By Tamas Mondovics

In an ongoing effort to make improvements to the water distribution system infrastructure in the Riverglen subdivision in Riverview, the Hillsborough County Public Utilities Department held a public meeting at the Riverview Civic Center located at 11020 Park Dr. to discuss a project earlier this month.

According to Public Utilities Department Utility Operation Division Project Manager, Cindy S. Hutchens, the $160,000 project will replace approximately five dozen valves on water pipelines throughout the subdivision.

“Construction is expected to begin in May and be completed within 60 days,” Hutchens said, adding that the work is part of the Countywide Potable Water Main and Distribution Lines Renewal and Replacement Project.

The renewal and replacement program is funded through the Water Enterprise’s Capital Improvement Program.

“The reason for the project is to replace aging valves that PUD’s field maintenance crew have identified as not working properly,” she said, emphasizing that the majority of the valves identified were installed in the first phase of the subdivision around 1987.

“While replacing the valves, PUD will be taking the opportunity to replace fire hydrants adjacent to those valves.

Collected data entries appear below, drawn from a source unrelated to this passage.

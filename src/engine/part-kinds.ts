import type { BuildDocument, PartGroup } from './types';

/**
 * What the whole engine knows about one kind of part, in one place. The topology check, the
 * document schema (its counts and references), the diff's names, the SPICE export and the
 * interface's own registry (src/components/builds/part-kinds.tsx) read these facts; each is a
 * `Record<PartGroup, …>`, so the compiler names every place a new kind is missing.
 */
export interface PartKindFacts {
	/** One part, as a line of a diff or a finding names it: "Steady load". */
	one: string;
	/** The group's heading: "Steady loads". */
	many: string;
	/** Prefix of the ids new parts get: `load-1`. */
	idPrefix: string;
	/** How findings and hints name the kind of the part they concern (`element.kind`). */
	element: string;
	/** The fields that name its nodes: a two-terminal part's, a link's, or none (a node itself). */
	ends: 'terminals' | 'link' | 'none';
	/** Current passes through it between its ends (it joins nodes, for the topology check). */
	conducts: boolean;
	/** It delivers energy (a battery bank, an alternator): what feeds amplifiers and loads. */
	source: boolean;
	/** Most parts of this kind in one document (the schema's bound). */
	most: number;
}

export const PART_KINDS = {
	nodes: {
		one: 'Node',
		many: 'Nodes',
		idPrefix: 'node',
		element: 'node',
		ends: 'none',
		conducts: false,
		source: false,
		most: 500,
	},
	alternators: {
		one: 'Alternator',
		many: 'Alternators',
		idPrefix: 'alt',
		element: 'alternator',
		ends: 'terminals',
		conducts: true,
		source: true,
		most: 8,
	},
	banks: {
		one: 'Bank',
		many: 'Battery banks',
		idPrefix: 'bank',
		element: 'bank',
		ends: 'terminals',
		conducts: true,
		source: true,
		most: 40,
	},
	amplifiers: {
		one: 'Amplifier',
		many: 'Amplifiers',
		idPrefix: 'amp',
		element: 'amplifier',
		ends: 'terminals',
		conducts: false,
		source: false,
		most: 100,
	},
	loads: {
		one: 'Steady load',
		many: 'Steady loads',
		idPrefix: 'load',
		element: 'load',
		ends: 'terminals',
		conducts: false,
		source: false,
		most: 100,
	},
	cables: {
		one: 'Cable',
		many: 'Cables',
		idPrefix: 'cable',
		element: 'cable',
		ends: 'link',
		conducts: true,
		source: false,
		most: 1000,
	},
	isolators: {
		one: 'Isolator',
		many: 'Relays and isolators',
		idPrefix: 'iso',
		element: 'isolator',
		ends: 'link',
		conducts: true,
		source: false,
		most: 40,
	},
	capacitors: {
		one: 'Capacitor bank',
		many: 'Capacitor banks',
		idPrefix: 'cap',
		element: 'capacitor',
		ends: 'terminals',
		// At a steady point only its leakage flows: it joins nothing and feeds nothing there.
		conducts: false,
		source: false,
		most: 20,
	},
	chargers: {
		one: 'DC-DC charger',
		many: 'DC-DC chargers',
		idPrefix: 'dcdc',
		element: 'charger',
		ends: 'link',
		// It moves energy from one side to the other through its converter, not along a wire.
		conducts: false,
		source: false,
		most: 8,
	},
} as const satisfies Record<PartGroup, PartKindFacts>;

/** The parts of one group (a group a document predates reads as empty). */
export function partsOf<G extends PartGroup>(
	doc: BuildDocument,
	group: G,
): NonNullable<BuildDocument[G]> {
	return (doc[group] ?? []) as NonNullable<BuildDocument[G]>;
}

/** A part with a positive and a negative terminal. */
export interface TerminalPart {
	id: string;
	label: string;
	positive: string;
	negative: string;
}

/** A part joining two nodes: a cable, a relay. */
export interface LinkPart {
	id: string;
	label: string;
	from: string;
	to: string;
}

const groupsWith = (ends: PartKindFacts['ends']) =>
	(Object.keys(PART_KINDS) as PartGroup[]).filter((g) => PART_KINDS[g].ends === ends);

/** The groups whose parts have a positive and a negative terminal. */
export const TERMINAL_GROUPS = groupsWith('terminals') as ReadonlyArray<
	'alternators' | 'banks' | 'amplifiers' | 'loads' | 'capacitors'
>;
/** The groups whose parts join two nodes. */
export const LINK_GROUPS = groupsWith('link') as ReadonlyArray<'cables' | 'isolators' | 'chargers'>;

/** Every part of the document that has terminals, with its group. */
export function terminalParts(doc: BuildDocument): Array<[PartGroup, TerminalPart[]]> {
	return TERMINAL_GROUPS.map((g) => [g, partsOf(doc, g) as TerminalPart[]]);
}

/** Every part of the document that joins two nodes, with its group. */
export function linkParts(doc: BuildDocument): Array<[PartGroup, LinkPart[]]> {
	return LINK_GROUPS.map((g) => [g, partsOf(doc, g) as LinkPart[]]);
}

At the meeting, residents were told that during the project they will be affected by occasional lane closures and water shutdowns, but customers will be notified 48 hours in advance of any planned water shutdowns.

The work will be done by Sunrise Utility Construction, the Public Utilities Department’s Pipeline Work Order Construction Services contractor.

It is noteworthy that while the sight of county utility crews regularly flushing out dead-end water pipelines is quite common, its cost in water use and labor does not go unnoticed by both residents and county staff.

According to Public Utilities Department spokesperson, Michelle Van Dyke, the department has been scheduling work as well as public meetings in connection with pipeline projects that will loop and eliminate dead-end lines as well as the need of their periodic flushing.

“Water in these lines can stagnate, causing poor odor and taste,” Van Dyke said. “Utility crews must regularly flush the dead-end lines, at the cost of using large amounts of water and labor.”